Isle of Dogs is a Wes Anderson movie. Need I say more?
If you know who that guy is, then you know he’s in a league of his own. How many other directors have A-lister actors queuing around the block to work with him, whilst being so unique, quirky and almost a genre of his own?
This time Wes has gone back to stop motion animation after his hit Fantastic Mr. Fox (2009) to tell another leftfield story that is far more character-driven than plot reliant.
In not-to-distant future Japan, after it is revealed that ‘dog flu’ is spreading like lice, a corrupt dog-hating mayor banishes all canines to a trash heap island to live out their days, and eradicate their existence for good. This loose thread is the core of the whole film and it delivers a charming and endearing story of friendship and trust, with an often hinted at allegory about today’s society wrapped up in there, too.
Five Alpha dogs, all voiced by fve alpha males (Bryan Cranston, Edward Norton, Jeff Goldblum, Bill Murray and Bob Balaban) happen upon a young pilot named Atari who has crashed-landed his plane on the Isle.
He is the first human to ever try reclaiming their pet and this triggers the instinctive loyalty of the pack to help him out. All except for the one stray – Chief, who’ll need a few scenes before he comes around. Together they endeavour to find ‘Spots’, but Atari isn’t your everyday human…
The execution of this movie is essentially flawless. Wes Anderson is a mastermind of detail in the mise en scene.

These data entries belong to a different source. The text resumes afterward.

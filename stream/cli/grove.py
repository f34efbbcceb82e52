"""``sapwood grove``: keyed learners spread over a Ray cluster, one per Redis stream, with
their checkpoints and outputs in a folder every node shares (see :mod:`stream.grove`)."""

from __future__ import annotations

import json
import time

import click

from stream.errors import ConfigError
from stream.rules.text import CAUTION

from .options import Whole
from .output import echo

ADDRESS = click.option("--address", default=None, metavar="HOST:PORT",
                       help="The Ray cluster's head (default: the cluster this machine "
                            "joined with `ray start`).")


@click.group("grove")
def grove() -> None:
    """Keyed learners on a Ray cluster: one learner per Redis stream, each learning one
    tree per key (`learn --by`), restarted on a live node when its process or node dies.

    \b
    Example (a shared folder /shared/grove seen by every node):
      ray start --head                      # on the first machine; others join it
      sapwood grove start /shared/grove plant:0 plant:1 plant:2 \\
          --redis redis://10.0.0.5:6379/0 --target fault --by line
      sapwood grove status /shared/grove
      sapwood grove gather /shared/grove --key 'line-1*' --report grove.html
      sapwood grove stop /shared/grove
    """


@grove.command("start")
@click.argument("home", metavar="FOLDER", type=click.Path(file_okay=False))
@click.argument("streams", nargs=-1, required=True, metavar="STREAM...")
@click.option("--redis", "redis_url", required=True, metavar="URL",
              help="The Redis server or cluster node holding the streams (redis:// or "
                   "rediss://; query options such as format apply to every stream; a "
                   "password_env variable must be set where each node's `ray start` "
                   "ran).")
@click.option("--target", required=True, help="Field to predict.")
@click.option("--by", required=True, metavar="FIELD",
              help="Learn one tree per value of FIELD.")
@click.option("--name", default="grove", show_default=True,
              help="The grove's name (its Redis consumer group is sapwood-grove-NAME).")
@click.option("--learn-args", default="", metavar="'OPTIONS'",
              help="More `sapwood learn` options for every learner, as one quoted string "
                   "(e.g. '--grace-period 100 --checkpoint-seconds 30').")
@click.option("--cpus-per-learner", type=float, default=1.0, show_default=True,
              help="Ray CPUs each learner reserves (how many fit on a node).")
@ADDRESS
def start_command(home, streams, redis_url, target, by, name, learn_args,
                  cpus_per_learner, address) -> None:
    """Start a learner for each STREAM in FOLDER, a folder every node sees at the same
    path. A stopped grove starts again with the same arguments and resumes."""
    from stream.grove import control
    from stream.grove.plan import make_plan

    plan = make_plan(name, redis_url, list(streams), target, by, learn_args,
                     cpus_per_learner)
    _check_learn_args(plan, home)
    reports = control.start(home, plan, address, say=lambda m: echo(m, err=True))
    for report in reports:
        echo(f"{report['learner']}: {report['stream']} on {report['node_ip']} "
             f"(start {report['starts']})", err=True)
    echo(f"grove {plan.name!r} running {len(reports)} learners; see `sapwood grove "
         f"status {home}`", err=True)


def _check_learn_args(plan, home: str) -> None:
    """Refuse learn options that ``sapwood learn`` itself would refuse, before any
    learner starts (a learner with bad options would fail and restart for ever)."""
    from stream.run.keyed import check_keyed_job

    from .learn import learn, learn_job, take_command_flags

    args = plan.learn_command(home, plan.learners[0])[1:]
    try:
        ctx = learn.make_context("learn", list(args))
        with ctx:
            kw = dict(ctx.params)
            sources = list(kw.pop("sources"))
            take_command_flags(kw)
            check_keyed_job(learn_job(sources, kw))
    except click.ClickException as exc:
        raise ConfigError(f"--learn-args: {exc.format_message()}") from None


@grove.command("status")
@click.argument("home", metavar="FOLDER", type=click.Path(file_okay=False))
@click.option("--json", "as_json", is_flag=True, help="One object per learner, as JSON.")
@click.option("--folder-only", is_flag=True,
              help="Only what the shared folder says; do not ask Ray (e.g. while the "
                   "cluster is down).")
@ADDRESS
def status_command(home, as_json, folder_only, address) -> None:
    """Which learner owns which stream and keys, on which node, records learned at the
    last checkpoint, when that was, and restarts."""
    from stream.grove import control

    plan, rows, note = control.status(home, address, ask_ray=not folder_only)
    if as_json:
        echo(json.dumps({"grove": plan.name, "state": plan.state, "learners": rows},
                        indent=1))
        return
    echo(f"grove {plan.name!r} ({plan.state}): {plan.target} by {plan.by}, "
         f"{len(rows)} learners, {sum(r['records'] for r in rows):,} records at the "
         f"last checkpoints")
    if note:
        echo(f"(Ray not asked: {note})")
    now = time.time()
    table = [("learner", "stream", "node", "actor", "learner state", "keys", "records",
              "checkpoint", "restarts")]
    for r in rows:
        alive = {True: "answers", False: "no answer", None: "?"}[r.get("alive")]
        age = (f"{now - r['checkpoint_at']:,.0f} s ago" if r.get("checkpoint_at")
               else "none")
        table.append((r["learner"], r["stream"], r.get("node_ip", "?"), alive,
                      str(r.get("status", "?")), _keys_text(r["keys"]),
                      f"{r['records']:,}", age, str(max(0, int(r.get("starts", 1)) - 1))))
    widths = [max(len(row[i]) for row in table) for i in range(len(table[0]))]
    for row in table:
        echo("  ".join(cell.ljust(w) for cell, w in zip(row, widths)).rstrip())


def _keys_text(keys: list[str], shown: int = 3) -> str:
    if len(keys) <= shown:
        return ",".join(keys) or "-"
    return ",".join(keys[:shown]) + f",... ({len(keys)})"


@grove.command("stop")
@click.argument("home", metavar="FOLDER", type=click.Path(file_okay=False))
@click.option("--timeout", type=Whole(1), default=120, show_default=True,
              help="Seconds each learner has to checkpoint and exit before it is killed "
                   "(it then resumes from its previous checkpoint when started again).")
@ADDRESS
def stop_command(home, timeout, address) -> None:
    """Stop every learner cleanly: each finishes its batch, writes its checkpoint and
    exits; their actors are removed. `grove start` with the same arguments resumes."""
    from stream.grove import control

    control.stop(home, address, float(timeout), say=lambda m: echo(m, err=True))


@grove.command("gather")
@click.argument("home", metavar="FOLDER", type=click.Path(file_okay=False))
@click.option("--key", "patterns", multiple=True, metavar="PATTERN",
              help="Only keys matching PATTERN (shell-style: line-1*); repeatable.")
@click.option("--json", "as_json", is_flag=True, help="The rules as JSON.")
@click.option("--report", "report_path", type=click.Path(dir_okay=False), default=None,
              help="Also write one HTML page with every key's figures and rules here.")
def gather_command(home, patterns, as_json, report_path) -> None:
    """The newest rules of every key of the grove (or those matching --key), read from
    the shared folder, those predicting the class of concern first."""
    from stream.grove.gather import grove_keys, listing_json, listing_text, report_html
    from stream.grove.plan import read_plan
    from stream.run.atomic import write_atomic

    plan = read_plan(home)
    unsnapped: list[str] = []
    found = list(grove_keys(home, plan, patterns, unsnapped))
    if unsnapped:
        echo(f"no rules snapshot yet for {len(unsnapped):,} keys ({_keys_text(unsnapped)}): "
             f"a learner writes one every --snapshot-every records of a key", err=True)
    if not found:
        wanted = f" matching {', '.join(patterns)}" if patterns else ""
        raise ConfigError(f"grove {plan.name!r} has no key{wanted} with rules yet")
    if report_path:
        stamp = time.strftime("%Y-%m-%dT%H:%M:%SZ", time.gmtime())
        write_atomic(report_path, report_html(plan, found, stamp))
        echo(f"wrote {report_path} ({len(found):,} keys)", err=True)
    if as_json:
        echo(json.dumps(listing_json(found), indent=1))
    else:
        echo(listing_text(found), nl=False)
        echo(CAUTION, err=True)


@grove.command("route")
@click.argument("keys", nargs=-1, required=True, metavar="KEY...")
@click.option("--prefix", required=True, help="The streams' common prefix, e.g. plant:")
@click.option("--streams", "count", type=Whole(1), required=True,
              help="How many streams carry the keys.")
def route_command(keys, prefix, count) -> None:
    """Print the stream each KEY belongs on when COUNT streams named PREFIX0 ...
    carry the keys: PREFIX + (CRC-32 of the key's UTF-8 bytes mod COUNT), so producers
    in any language agree."""
    from stream.grove.plan import stream_for

    for key in keys:
        echo(f"{key}\t{stream_for(key, prefix, count)}")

All set dressing, costume, and framing – everything is so polished and considered that I often stop paying attention to the film just to take in the atmosphere.
And when you have epic Taiko drums as your soundtrack building tension, setting the tone and pumping you with the right feels at the right time, whether this is your style of movie or not becomes irrelevant – you have to give credit where credit is due.
You have to appreciate the commitment to the setting, the fantastic scenes in Japanese, the art style of the animals compared to the humans, compared to the city compared to what we see on their TV screens and this peculiar oddity of Wes Anderson chucking everything at you and making it work like an absurd jigsaw puzzle with too many sky pieces.
There’s nothing more I can say beyond what I said when the credits rolled: ‘Man, that was so Wes Anderson’, which is never a bad thing.
He is the freshest director (and writer) in an age, his films have a voice and, yes he does have a very formulaic structure of all his movies, often revolving around parental issues, but one could never say that The Royal Tenenbaums is the same as Moonrise Kingdom, which is the same as anything else on the repertoire.
Film is a recipe which Wes Anderson has perfected – and I can’t wait for whatever he serves up next.